18 Jan 2019
Suddenly I had the urge to learn the basics of Go (lang) and see what’s so special about it. So, I went to golang and from there I started the “A Tour of Go” short tutorial. It’s kind of like an interactive tutorial. As I progressed through the tutorial, I found a very interesting algorithm for finding the square root of a number. It’s the Newton-Raphson root-finding algorithm. I literally forgot about it, but I learnt about this in my 5th semester’s math course.

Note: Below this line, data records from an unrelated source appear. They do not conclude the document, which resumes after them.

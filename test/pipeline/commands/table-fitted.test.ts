/**
 * `qforge table BUILD --name N2` and `qforge table nasa7.txt --name N2`: the fitted polynomial evaluated
 * in the computed table's columns. The fixture database (test/fixtures/db, hand-written) is built once;
 * its N2 must read the same from thermo.json and from the 80-column records, and agree with the
 * partition-function table within the fit limits of test/fixtures/db/qforge.yaml (dimensionless:
 * Cp/R 0.1, H/RT 0.02, S/R 0.02; for N2, Cp/R < 4.7, the relative_to_cp limits are smaller).
 */
import { describe, expect, it } from 'vitest';
import { GAS_CONSTANT as R } from '../../../src/constants.js';
import { TABLE_CSV_HEADER } from '../../../pipeline/commands/table.js';
import { runCli, sharedBuiltWorkspace } from '../helpers.js';

const workspace = sharedBuiltWorkspace();
const GRID = ['--range', '200:6000:200', '--at', '298.15'];
const rowsOf = (csv: string) =>
  csv
    .trim()
    .split('\n')
    .slice(1)
    .map((l) => l.split(',').map(Number));

describe('qforge table on a build (the fitted polynomial)', () => {
  it('reads the same N2 from the build folder and from its 80-column file, with the computed table header', async () => {
    const fromBuild = await runCli(['table', 'out', '--name', 'N2', ...GRID, '--format', 'csv'], workspace().root);
    expect(fromBuild.code, fromBuild.stderr).toBe(0);
    expect(fromBuild.stdout.split('\n')[0]).toBe(TABLE_CSV_HEADER);
    const fromNasa7 = await runCli(['table', 'out/nasa7.txt', '--name', 'N2', ...GRID, '--format', 'csv'], workspace().root);
    expect(fromNasa7.code, fromNasa7.stderr).toBe(0);
    const a = rowsOf(fromBuild.stdout);
    const b = rowsOf(fromNasa7.stdout);
    expect(a.length).toBe(31);
    // The 80-column records keep 9 significant digits: the same numbers to the printed 0.001, allowing one
    // unit of the last digit where a value sits on a rounding boundary.
    a.forEach((row, i) => row.forEach((x, j) => expect(Math.abs(x - b[i]![j]!)).toBeLessThanOrEqual(0.0011)));
  });

  it('matches the partition-function table within the fit tolerances; H includes ΔfH and G = H - TS', async () => {
    const fitted = rowsOf((await runCli(['table', 'out', '--name', 'N2', ...GRID, '--format', 'csv', '--digits', '6'], workspace().root)).stdout);
    const computed = rowsOf((await runCli(['table', 'db/N2.yaml', ...GRID, '--format', 'csv', '--digits', '6'], workspace().root)).stdout);
    expect(fitted.length).toBe(computed.length);
    fitted.forEach(([T, cp, s, dh, h, g], i) => {
      const [T2, cp2, s2, dh2, h2] = computed[i]!;
      expect(T).toBe(T2);
      const hLimit = (t: number) => (0.02 * R * t) / 1000; // kJ/mol
      expect(Math.abs(cp! - cp2!)).toBeLessThan(0.1 * R);
      expect(Math.abs(s! - s2!)).toBeLessThan(0.02 * R);
      expect(Math.abs(h! - h2!)).toBeLessThan(hLimit(T!));
      // H - H298 carries the error at both ends.
      expect(Math.abs(dh! - dh2!)).toBeLessThan(hLimit(T!) + hLimit(298.15));
      expect(g!).toBeCloseTo(h! - (T! * s!) / 1000, 5);
    });
  });

  it('--digits prints more decimals (default three, unchanged)', async () => {
    const three = await runCli(['table', 'out', '--name', 'N2', '--at', '1000', '--format', 'csv'], workspace().root);
    expect(three.stdout.split('\n')[1]).toMatch(/^1000,\d+\.\d{3},\d+\.\d{3},\d+\.\d{3},-?\d+\.\d{3},-?\d+\.\d{3}$/);
    const six = await runCli(['table', 'out', '--name', 'N2', '--at', '1000', '--format', 'csv', '--digits', '6'], workspace().root);
    expect(six.stdout.split('\n')[1]).toMatch(/^1000,\d+\.\d{6},\d+\.\d{6},\d+\.\d{6},-?\d+\.\d{6},-?\d+\.\d{6}$/);
    const computed = await runCli(['table', 'db/N2.yaml', '--at', '1000', '--format', 'csv', '--digits', '5'], workspace().root);
    expect(computed.stdout.split('\n')[1]).toMatch(/^1000,\d+\.\d{5},/);
    for (const bad of ['-1', '2.5', 'x', '13']) {
      const r = await runCli(['table', 'out', '--name', 'N2', '--digits', bad], workspace().root);
      expect(r.code).toBe(2);
      expect(r.stderr).toMatch(/^qforge: error: --digits/);
    }
  });

  it('text output names the polynomial, its fitted range and the caution', async () => {
    const r = await runCli(['table', 'out', '--name', 'N2'], workspace().root);
    expect(r.code, r.stderr).toBe(0);
    expect(r.stdout).toMatch(/^N2: fitted NASA 7-coefficient polynomial from out\/thermo\.json \(200-6000 K, standard pressure 1 bar\).*valid only inside the fitted range/);
  });

  it('--pressure atm is refused for a 1 bar build (a polynomial is not converted)', async () => {
    const r = await runCli(['table', 'out', '--name', 'N2', '--pressure', 'atm'], workspace().root);
    expect(r.code).toBe(2);
    expect(r.stderr).toMatch(/--pressure atm: out\/thermo\.json holds polynomials for standard pressure 1 bar/);
  });

  it('refuses temperatures outside the fitted range (never extrapolates); the default grid stays inside', async () => {
    const r = await runCli(['table', 'out', '--name', 'N2', '--at', '298.15,7000'], workspace().root);
    expect(r.code).toBe(2);
    expect(r.stderr).toMatch(/N2 in out\/thermo\.json is fitted on 200-6000 K; 1 temperature\(s\) outside it \(7000 K\)/);
    expect(r.stdout).toBe('');
    const low = await runCli(['table', 'out/nasa7.txt', '--name', 'N2', '--range', '100:300:100'], workspace().root);
    expect(low.code).toBe(2);
    const def = rowsOf((await runCli(['table', 'out', '--name', 'N2', '--format', 'csv'], workspace().root)).stdout);
    expect(def[0]![0]).toBe(200);
    expect(def.at(-1)![0]).toBe(6000);
  });

  it('a wrong or missing --name is a usage error in the style of the species-file table', async () => {
    const wrong = await runCli(['table', 'out', '--name', 'XX'], workspace().root);
    expect(wrong.code).toBe(2);
    expect(wrong.stderr).toMatch(/^qforge: error: no species named 'XX' in out\/thermo\.json \(it holds: .*N2.*\)\n$/);
    const wrong80 = await runCli(['table', 'out/nasa7.txt', '--name', 'XX'], workspace().root);
    expect(wrong80.code).toBe(2);
    expect(wrong80.stderr).toMatch(/no species named 'XX' in out\/nasa7\.txt/);
    const none = await runCli(['table', 'out'], workspace().root);
    expect(none.code).toBe(2);
    expect(none.stderr).toMatch(/choose one with --name/);
    expect((await runCli(['table', 'missing-build', '--name', 'N2'], workspace().root)).code).toBe(2);
  });
});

I should quote one important part from the tour:
If you are interested in the details of the algorithm, the z² − x above is how far away z² is from where it needs to be (x), and the division by 2z is the derivative of z², to scale how much we adjust z by how quickly z² is changing. This general approach is called Newton’s method. It works well for many functions but especially well for square root.
package main
import (
"fmt"
"math"
)
func Sqrt(x float64) float64 {
z := 1.0
for i := 1; i <= 15; i++ {
z -= (z*z - x) / (2*z)
}
return z
}
func main() {
for i := 1; i <= 20; i++ {
fmt.Println(i, math.Sqrt(float64(i)), Sqrt(float64(i)))
}
}
1 1 1
2 1.4142135623730951 1.4142135623730951
3 1.7320508075688772 1.7320508075688772
4 2 2
5 2.23606797749979 2.23606797749979
6 2.449489742783178 2.449489742783178
7 2.6457513110645907 2.6457513110645907
8 2.8284271247461903 2.82842712474619
9 3 3
10 3.1622776601683795 3.162277660168379
11 3.3166247903554 3.3166247903554
12 3.4641016151377544 3.4641016151377544
13 3.605551275463989 3.605551275463989
14 3.7416573867739413 3.7416573867739413
15 3.872983346207417 3.872983346207417
16 4 4
17 4.123105625617661 4.123105625617661
18 4.242640687119285 4.242640687119286
19 4.358898943540674 4.358898943540673
20 4.47213595499958 4.47213595499958
Note: the left most numbers indicate line numbers, not output values. First column indicates i, second column indicates standard library’s math.Sqrt() function and the third column indicates my hand-written Sqrt() function using the Newton-Raphson root finding algorithm.
As seen from the output results, the algorithm is quite accurate even for just 10-15 iterations it gives us almost the same accuracy as the standard library’s square root function. I think, I might start using it for my own code instead of the C/C++ builtin sqrt() function.